Is there an expression which defines $y^2$ with $y \in \mathbb{N}$ into as little as possible sums of $2^x$ where $x \in \mathbb{N}_0$?
i.e.
$1^2 = 2^0$
$2^2 = 4 = 2^2$
$3^2 = 9 = 2^3 + 2^0$
$4^2 = 16 = 2^4$
$5^2 = 25 = 2^4 + 2^3 + 2^0$
$6^2 = 36 = 2^5 + 2^2$
$7^2 = 49 = 2^5 + 2^4 + 2^0$
$8^2 = 64 = 2^6$
$9^2 = 81 = 2^6 + 2^4 + 2^0$
$10^2 = 100 = 2^6 + 2^5 + 2^2$
$11^2 = 121 = 2^6 + 2^5 + 2^4 + 2^3 + 2^0$
$12^2 = 144 = 2^7 + 2^4$
$13^2 = 169 = 2^7 + 2^5 + 2^3 + 2^0$
$14^2 = 196 = 2^7 + 2^6 + 2^2$
$15^2 = 225 = 2^7 + 2^6 + 2^5 + 2^0$
$16^2 = 256 = 2^8$
$17^2 = 289 = 2^8 + 2^5 + 2^0$
$18^2 = 324 = 2^8 + 2^6 + 2^2$
$19^2 = 361 = 2^8 + 2^6 + 2^5 + 2^3 + 2^0$
$20^2 = 400 = 2^8 + 2^7 + 2^4$
To any natural $m$ you associate the sequence
$$p_n:=\lfloor m\,2^{-n}\rfloor\bmod2,$$ where the term $p_n$ indicates if the power $2^n$ belongs to the sum (as of $2^n>m, p_n=0$).

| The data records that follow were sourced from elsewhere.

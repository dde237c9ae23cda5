"""Combined standard uncertainty of the force reading (GUM law of propagation).

The reading is F = k·x_F, where x_F is the displacement the observer attributes to the
force and k the calibrated stiffness. With uncorrelated inputs the law of propagation of
uncertainty (JCGM 100:2008, eq. 10) gives

    u_c²(F) = u_obs² + (F·u(k)/k)² + (k·r)²/12 + (w·F)²

* ``u_obs``: the observer's standard uncertainty (``force_u_n``: its covariance, the bias of
  coarse quantisation, and on a moving load the force the plant's uncertain mass and
  damping carry; docs/method-observer.md, section 7), N;
* ``F·u(k)/k``: the calibration, with sensitivity coefficient ∂F/∂k = F/k;
* ``k·r/√12``: the resolution r of the displacement reading, a rectangular distribution
  of width one count (JCGM 100:2008, 4.3.7 and F.2.2.1);
* ``w·F``: a relative model term (non-linearity, hysteresis) from the calibration's
  residuals or an estimate of the user; 0 by default.

The expanded uncertainty is U = k_p·u_c with the coverage factor k_p = 2 (about 95 % for
a normal distribution), and is always stated with its coverage factor.

Note: the observer's measurement variance already holds the quantisation variance
LSB²/12 as white noise, which a static reading averages away, and its σ holds the bias
averaging cannot remove when the noise is narrower than a step (`estimator.quantisation`,
0 when the noise dithers the readings); the resolution is counted here once more as a
fixed rectangular term (the conservative choice).
"""

from __future__ import annotations

import math
from dataclasses import dataclass

import numpy as np
from numpy.typing import ArrayLike

from estimator.errors import ParameterError

__all__ = ["COVERAGE_FACTOR", "ForceUncertainty", "UncertaintyBudget"]

#: Coverage factor of every expanded uncertainty forcelens shows.
COVERAGE_FACTOR = 2.0


@dataclass(frozen=True)
class UncertaintyBudget:
    """The contributions to u_c(F) of one reading, each a standard uncertainty in N."""

    force_n: float
    observer_n: float
    calibration_n: float
    resolution_n: float
    model_n: float

    @property
    def combined_n(self) -> float:
        """u_c(F), N (root sum of squares)."""
        return math.sqrt(
            self.observer_n**2 + self.calibration_n**2 + self.resolution_n**2 + self.model_n**2
        )

    @property
    def expanded_n(self) -> float:
        """U = 2·u_c, N (coverage factor 2)."""
        return COVERAGE_FACTOR * self.combined_n

    def text(self) -> str:
        """The budget as a small table with units (standard uncertainties, k = 1)."""
        rows = [
            ("observer (noise, force model, m and b)", self.observer_n),
            ("calibration (stiffness)", self.calibration_n),
            ("resolution (one count, rectangular)", self.resolution_n),
            ("model (relative term)", self.model_n),
        ]
        lines = [f"uncertainty budget at F = {self.force_n:.6g} N (standard uncertainties, k = 1)"]
        lines += [f"  {name:38s} {value:.3g} N" for name, value in rows]
        lines.append(f"  {'combined u_c':38s} {self.combined_n:.3g} N")
        lines.append(f"  {'expanded U (k = 2, about 95 %)':38s} {self.expanded_n:.3g} N")
        return "\n".join(lines)


@dataclass(frozen=True)
class ForceUncertainty:
    """The non-statistical inputs of the budget, from the cell profile.

    Attributes:
        stiffness_n_per_m: calibrated stiffness k, N/m (> 0).
        stiffness_u_n_per_m: its standard uncertainty, N/m (≥ 0).
        resolution_m: one count of the displacement reading, m (≥ 0).
        model_rel: relative model term w (≥ 0), dimensionless.
    """

    stiffness_n_per_m: float
    stiffness_u_n_per_m: float = 0.0
    resolution_m: float = 0.0
    model_rel: float = 0.0

    def __post_init__(self) -> None:
        for name in ("stiffness_u_n_per_m", "resolution_m", "model_rel"):
            value = getattr(self, name)
            if not (math.isfinite(value) and value >= 0.0):
                raise ParameterError(f"{name} = {value!r}: must be a finite number >= 0")
        k = self.stiffness_n_per_m
        if not (math.isfinite(k) and k > 0.0):
            raise ParameterError(f"stiffness_n_per_m = {k!r}: must be a finite number > 0")

    @classmethod
    def from_profile(cls, profile: object, model_rel: float = 0.0) -> ForceUncertainty:
        """The budget inputs of a cell profile (its plant and transducer tables)."""
        plant = profile.plant  # type: ignore[attr-defined]
        return cls(
            plant.stiffness_n_per_m,
            plant.stiffness_u_n_per_m,
            profile.transducer.resolution_m,  # type: ignore[attr-defined]
            model_rel,
        )

    def combined_n(self, force_n: ArrayLike, observer_u_n: ArrayLike) -> np.ndarray:
        """u_c(F), N, element by element for arrays of the same shape."""
        f = np.asarray(force_n, dtype=float)
        u = np.asarray(observer_u_n, dtype=float)
        k = self.stiffness_n_per_m
        return np.sqrt(
            u**2
            + (f * self.stiffness_u_n_per_m / k) ** 2
            + (k * self.resolution_m) ** 2 / 12.0
            + (self.model_rel * f) ** 2
        )

    def expanded_n(self, force_n: ArrayLike, observer_u_n: ArrayLike) -> np.ndarray:
        """U = 2·u_c(F), N."""
        return COVERAGE_FACTOR * self.combined_n(force_n, observer_u_n)

    def budget(self, force_n: float, observer_u_n: float) -> UncertaintyBudget:
        """The contributions for one reading."""
        k = self.stiffness_n_per_m
        return UncertaintyBudget(
            force_n=float(force_n),
            observer_n=float(observer_u_n),
            calibration_n=abs(float(force_n)) * self.stiffness_u_n_per_m / k,
            resolution_n=k * self.resolution_m / math.sqrt(12.0),
            model_n=self.model_rel * abs(float(force_n)),
        )
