"""Numbers in, numbers out: plant model, observer, smoother, identification.

`estimator` never imports `daq` or `ui`, and touches no files except its own
parameter files (cell profiles).
"""

from estimator.errors import EstimatorError

__all__ = ["EstimatorError"]
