"""Is the model still right? Normalised innovation squared (NIS) over windows.

With a correct linear-Gaussian model, each innovation ``y`` of a scalar measurement
divided by its predicted variance ``S`` gives ``NIS = y²/S ~ χ²(1)``, independent from
sample to sample; the mean of ``N`` of them is ``χ²(N)/N``. A window mean outside the
two-sided band of that law at the chosen level says the cell no longer behaves like
its identified plant (Bar-Shalom, Li, Kirubarajan, "Estimation with Applications to
Tracking and Navigation", 2001, §5.4).

Samples the observer did not use as its model predicts (suspect, load jump, missing) are
left out: they are counted by the observer itself.
"""

from __future__ import annotations

import numpy as np
import scipy.special

from estimator.errors import ParameterError
from estimator.observer import FLAG_DEFERRED, FLAG_JUMP, FLAG_MISSING, FLAG_REJECTED

__all__ = ["nis_band", "windowed_nis"]

_UNUSED = FLAG_REJECTED | FLAG_DEFERRED | FLAG_JUMP | FLAG_MISSING


def nis_band(count: np.ndarray | int, level: float = 0.95) -> tuple[np.ndarray, np.ndarray]:
    """Two-sided band of the mean of ``count`` independent χ²(1) values.

    Returns ``(low, high)`` with the shape of ``count``; NaN where ``count`` is 0.
    """
    if not 0.0 < level < 1.0:
        raise ParameterError(f"level = {level!r}: must be between 0 and 1, e.g. 0.95")
    n = np.asarray(count, dtype=float)
    tail = (1.0 - level) / 2.0
    # The χ²(n) quantile as scipy.stats.chi2.ppf computes it, 2·P⁻¹(n/2, p) with the
    # inverse regularised lower incomplete gamma function, without the half second
    # that importing scipy.stats costs every command.
    with np.errstate(invalid="ignore", divide="ignore"):
        low = 2.0 * scipy.special.gammaincinv(n / 2.0, tail) / n
        high = 2.0 * scipy.special.gammaincinv(n / 2.0, 1.0 - tail) / n
    return low, high


def windowed_nis(estimates: np.ndarray, window: int) -> tuple[np.ndarray, np.ndarray]:
    """Mean NIS over consecutive, non-overlapping windows of ``window`` samples.

    Args:
        estimates: an ``ESTIMATE_DTYPE`` array from the observer.
        window: samples per window (a trailing partial window is dropped).

    Returns:
        ``(mean_nis, used)``: per window, the mean NIS of the samples the observer
        used, and how many it used (NaN mean where none).
    """
    if not (isinstance(window, int) and window >= 1):
        raise ParameterError(f"window = {window!r}: must be an integer >= 1 samples")
    nis = np.where(estimates["flags"] & _UNUSED, np.nan, estimates["nis"])
    full = nis.size // window * window
    blocks = nis[:full].reshape(-1, window)
    used = np.sum(~np.isnan(blocks), axis=1)
    with np.errstate(invalid="ignore", divide="ignore"):
        mean = np.nansum(blocks, axis=1) / used
    return mean, used
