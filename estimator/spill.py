"""Arrays of a long record kept in a temporary folder and read or written a slice of rows
at a time, or in memory when no folder is given: the smoother's passes over a record too
long to hold (issue 12, big records).

A `SpillArray` has ``n`` rows of one dtype (a row may itself be an array, ``shape``).
Its file is read with ``readinto`` into a fresh array, never memory-mapped, so the pages of
the rows read do not stay in the process. The same code runs on both kinds, so a record
gives the same numbers whether its arrays were in memory or in files.
"""

from __future__ import annotations

import tempfile
from collections.abc import Iterator
from pathlib import Path
from typing import BinaryIO

import numpy as np
from numpy.typing import DTypeLike

__all__ = ["CHUNK", "SpillArray", "SpillFolder", "chunks", "chunks_backward"]

#: Rows per slice when a record is walked through: a 4×4 covariance per row is 8 MB a
#: slice. 262 144 rows took 375 MB for the smoothed replay of a 1 M-row CSV (a plain replay
#: 236 MB).
CHUNK = 65_536


class SpillArray:
    """``n`` rows of ``dtype`` (each of ``shape``), in ``folder`` or in memory (None)."""

    def __init__(
        self, folder: Path | None, name: str, n: int, dtype: DTypeLike, shape: tuple = ()
    ) -> None:
        self.n = int(n)
        self.dtype = np.dtype(dtype)
        self.shape = tuple(shape)
        self._row = self.dtype.itemsize * int(np.prod(self.shape, dtype=np.int64))
        self._memory: np.ndarray | None = None
        self._file: BinaryIO | None = None
        if folder is None:
            self._memory = np.zeros((self.n, *self.shape), self.dtype)
        else:
            self._file = open(Path(folder) / f"{name}.bin", "w+b")  # noqa: SIM115 (close)
            self._file.truncate(self.n * self._row)

    @property
    def size(self) -> int:
        """``n``: the rows so far (`estimator.columns.Column`)."""
        return self.n

    def read(self, start: int, stop: int) -> np.ndarray:
        """Rows ``start`` to ``stop`` (a fresh array)."""
        start, stop = max(start, 0), min(stop, self.n)
        count = max(stop - start, 0)
        if self._memory is not None:
            return self._memory[start : start + count].copy()
        assert self._file is not None
        out = np.empty((count, *self.shape), self.dtype)
        self._file.seek(start * self._row)
        got = self._file.readinto(out.reshape(-1).view(np.uint8))
        if got != count * self._row:
            raise OSError(f"{self._file.name}: short read ({got} of {count * self._row} bytes)")
        return out

    def write(self, start: int, rows: np.ndarray) -> None:
        """Rows ``start`` on ← ``rows``."""
        rows = np.ascontiguousarray(rows, dtype=self.dtype).reshape(-1, *self.shape)
        if start < 0 or start + rows.shape[0] > self.n:
            raise IndexError(f"rows {start}..{start + rows.shape[0]} beyond {self.n}")
        if self._memory is not None:
            self._memory[start : start + rows.shape[0]] = rows
            return
        assert self._file is not None
        self._file.seek(start * self._row)
        self._file.write(rows.reshape(-1).view(np.uint8).data)

    def append(self, rows: np.ndarray) -> None:
        """Rows ``n`` on ← ``rows`` (the array grows)."""
        rows = np.ascontiguousarray(rows, dtype=self.dtype).reshape(-1, *self.shape)
        if self._memory is not None:
            self._memory = np.concatenate([self._memory, rows])
            self.n += rows.shape[0]
            return
        self.n += rows.shape[0]
        self.write(self.n - rows.shape[0], rows)

    def close(self) -> None:
        """Close the file (the folder's owner removes it)."""
        if self._file is not None:
            self._file.close()
            self._file = None


class SpillFolder:
    """A temporary folder for `SpillArray` files, removed on `close` (or None: memory)."""

    def __init__(self, in_files: bool, parent: str | Path | None = None) -> None:
        self._tmp = (
            tempfile.TemporaryDirectory(prefix="forcelens-spill-", dir=parent)
            if in_files
            else None
        )
        self._arrays: dict[str, SpillArray] = {}

    def array(self, name: str, n: int, dtype: DTypeLike, shape: tuple = ()) -> SpillArray:
        """A new array of this folder (in memory when the folder keeps none)."""
        if name in self._arrays:
            raise ValueError(f"spill array {name!r} exists already")
        folder = Path(self._tmp.name) if self._tmp is not None else None
        array = SpillArray(folder, name, n, dtype, shape)
        self._arrays[name] = array
        return array

    def reused(self, name: str, n: int, dtype: DTypeLike, shape: tuple = ()) -> SpillArray:
        """The array ``name`` made by an earlier call with the same size and type (its
        rows as last written), or a new one."""
        old = self._arrays.get(name)
        if old is not None and (old.n, old.dtype, old.shape) == (n, np.dtype(dtype), shape):
            return old
        if old is not None:
            old.close()
            del self._arrays[name]
        return self.array(name, n, dtype, shape)

    def close(self) -> None:
        for array in self._arrays.values():
            array.close()
        if self._tmp is not None:
            self._tmp.cleanup()

    def __enter__(self) -> SpillFolder:
        return self

    def __exit__(self, *exc: object) -> None:
        self.close()


def chunks(start: int, stop: int, size: int = CHUNK) -> Iterator[tuple[int, int]]:
    """``(a, b)`` slices of ``start..stop``, first to last, ``size`` rows each (the last
    shorter)."""
    for a in range(start, stop, size):
        yield a, min(a + size, stop)


def chunks_backward(start: int, stop: int, size: int = CHUNK) -> Iterator[tuple[int, int]]:
    """The slices of `chunks`, last to first."""
    return reversed(list(chunks(start, stop, size)))
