#: One line per key: what it is and its unit. Used in error messages, in the
#: comments the writer puts beside each key, and mirrored in docs/cell-profile.md.
KEY_HELP: dict[str, dict[str, str]] = {
    "cell": {
        "name": "short name of the cell",
        "description": "free text",
        "source": "where the numbers come from",
        "calibration_date": 'ISO date YYYY-MM-DD of the last calibration, "" if never',
    },
    "plant": {
        "mass_kg": "moving mass in kg",
        "stiffness_n_per_m": "spring stiffness in N/m",
        "damping_ratio": "damping ratio zeta, dimensionless",
        "mass_u_kg": "standard uncertainty (k=1) of mass_kg, in kg",
        "stiffness_u_n_per_m": "standard uncertainty (k=1) of stiffness_n_per_m, in N/m",
        "damping_ratio_u": "standard uncertainty (k=1) of damping_ratio, dimensionless",
    },
    "transducer": {
        "volts_per_count": "ADC least significant bit in V",
        "metres_per_volt": "transducer and conditioner sensitivity in m/V, sign allowed",
        "zero_volts": "electrical zero in V",
        "noise_m": "1-sigma white displacement noise in m",
    },
    "acquisition": {
        "sample_rate_hz": "samples per second, Hz",
        "port": 'serial port name, "" for the built-in simulated cell',
        "baudrate": "serial line speed in bit/s",
        "framing": "how samples are framed on the line; one of: " + ", ".join(ALLOWED_FRAMINGS),
        "parity": "serial parity; one of: " + ", ".join(ALLOWED_PARITIES),
        "stop_bits": "serial stop bits: 1, 1.5 or 2",
        "data_bits": "serial data bits per character, 5..8",
        "line_delimiter": "ascii-lines only: the one character between fields",
        "line_columns": "ascii-lines only: comma-separated column meanings from: "
        + ", ".join(ALLOWED_LINE_COLUMNS),
    },
    "observer": {
        "force_bandwidth_hz": "bandwidth of the observer's hold model (held loads), Hz",
        "process_noise_n2_per_s": "hold model's random-walk intensity, N^2/s; overrides the above",
        "gate_sigma": "innovation that makes a sample suspect, in standard deviations",
        "rate_scale": "factor on the intensities of the observer's rate models (smooth loads)",
    },
    "limits": {
        "force_min_n": "lower end of the calibrated force range, N",
        "force_max_n": "upper end of the calibrated force range, N",
        "travel_m": "mechanical stop, largest |displacement| in m",
    },
}
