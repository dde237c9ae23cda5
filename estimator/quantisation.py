"""What averaging cannot remove from quantised readings: the bias of a rounding quantiser
whose input carries Gaussian noise.

A reading is ``Q(x + n)``, ``Q`` rounding to the nearest multiple of the step ``Δ`` and
``n`` Gaussian noise of standard deviation ``σ``. The observer treats the quantisation
error as white noise of variance ``Δ²/12``, which is right when the noise spans several
steps; the average of many readings of a constant ``x`` then converges to ``x``. When the
noise is narrower than about half a step it does not: the mean reading is ``x + b(x)``
with a bias that is periodic in ``x`` (period ``Δ``). Its Fourier series follows from the
characteristic function of the noise (the quantisation theorem; Widrow & Kollár,
*Quantization Noise*, Cambridge 2008, from memory ch. 4–5):

    b(x) = Σ_{m≥1} (−1)^m (Δ/(π m)) · exp(−2π² m² σ²/Δ²) · sin(2π m x/Δ)

For a level ``x`` not known within a step (uniform over one step), the standard
uncertainty of that bias is its root mean square,

    u_b² = Σ_{m≥1} (Δ/(π m))² · exp(−4π² m² σ²/Δ²) / 2

which is ``Δ²/12`` without noise (the rectangular distribution of one step, JCGM
100:2008, F.2.2.1) and falls below 10⁻³ Δ once ``σ > 0.55 Δ``. A test checks it against
the mean reading integrated directly with `scipy.stats.norm`.
"""

from __future__ import annotations

import math

__all__ = ["residual_bias_sd_m"]

_TERMS = 256  # terms fall as exp(−4π²m²σ²/Δ²)/m²: 256 reach Δ²/12 within 0.2 % (σ → 0)


def residual_bias_sd_m(step_m: float, noise_m: float) -> float:
    """The standard uncertainty ``u_b`` (m) of the quantiser's bias (see the module).

    Args:
        step_m: the quantisation step Δ (m), ≥ 0; 0 means no quantisation (returns 0).
        noise_m: the standard deviation σ (m) of the Gaussian noise before it, ≥ 0.
    """
    if not (math.isfinite(step_m) and step_m >= 0.0):
        raise ValueError(f"step_m = {step_m!r}: must be a finite number >= 0")
    if not (math.isfinite(noise_m) and noise_m >= 0.0):
        raise ValueError(f"noise_m = {noise_m!r}: must be a finite number >= 0")
    if step_m == 0.0:
        return 0.0
    if noise_m == 0.0:
        return step_m / math.sqrt(12.0)  # the series' sum, Σ 1/m² = π²/6
    ratio = noise_m / step_m
    total = 0.0
    for m in range(1, _TERMS + 1):
        exponent = 4.0 * math.pi**2 * m * m * ratio * ratio
        if exponent > 745.0:  # exp underflows to 0 from here on
            break
        total += math.exp(-exponent) / (2.0 * (math.pi * m) ** 2)
    return step_m * math.sqrt(total)
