def process_noise_for_bandwidth(
    bandwidth_hz: float, stiffness_n_per_m: float, measurement_var_m2: float, dt_s: float
) -> float:
    """Random-walk intensity ``q`` (N²/s) that gives a force bandwidth of ``bandwidth_hz``.

    In the quasi-static limit the cell is a gain ``1/k`` and the force is seen through
    white noise of spectral density ``r = k²·R·dt`` (N²·s). The steady Kalman–Bucy
    filter of a random walk of intensity ``q`` seen through noise of density ``r`` is a
    first-order low-pass with corner ``ωc = √(q/r)``, hence ``q = ωc²·k²·R·dt``.
    """
    _positive("bandwidth_hz", bandwidth_hz)
    omega_c = 2.0 * math.pi * bandwidth_hz
    return omega_c**2 * stiffness_n_per_m**2 * measurement_var_m2 * dt_s


@dataclass
class _Counters:
    samples: int = 0
    rejected: int = 0  # samples judged outliers
    suspect: int = 0  # samples held for the next one to decide
    missing: int = 0
    gaps: int = 0
    jumps: int = 0  # times the jump model became the most probable
    restarts: int = 0  # fresh starts after a silence longer than restart_gap_s


@dataclass
class _State:
    """Everything the kernel carries from one block to the next (scaled units)."""

    # branch "used", branch "outlier", the prediction before the last sample (mm_kernel)
    x: np.ndarray  # (3, r, 4)
    P: np.ndarray  # (3, r, 4, 4)
    PD: np.ndarray  # (3, r, 4, 4) design covariances of the floor models
    mu: np.ndarray  # (3, r)
    pend: np.ndarray = field(default_factory=lambda: np.zeros(8))
    t_last: float | None = None
    jump_last: bool = False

E.g. $25\to1,0,0,1,1,0,0,0,0,0,\cdots\equiv 2^0+2^3+2^4$.
I don't know of a direct formula that would give the number of terms, nor the powers of these terms.
Update:
The number of terms is known as the Hamming weight of the number.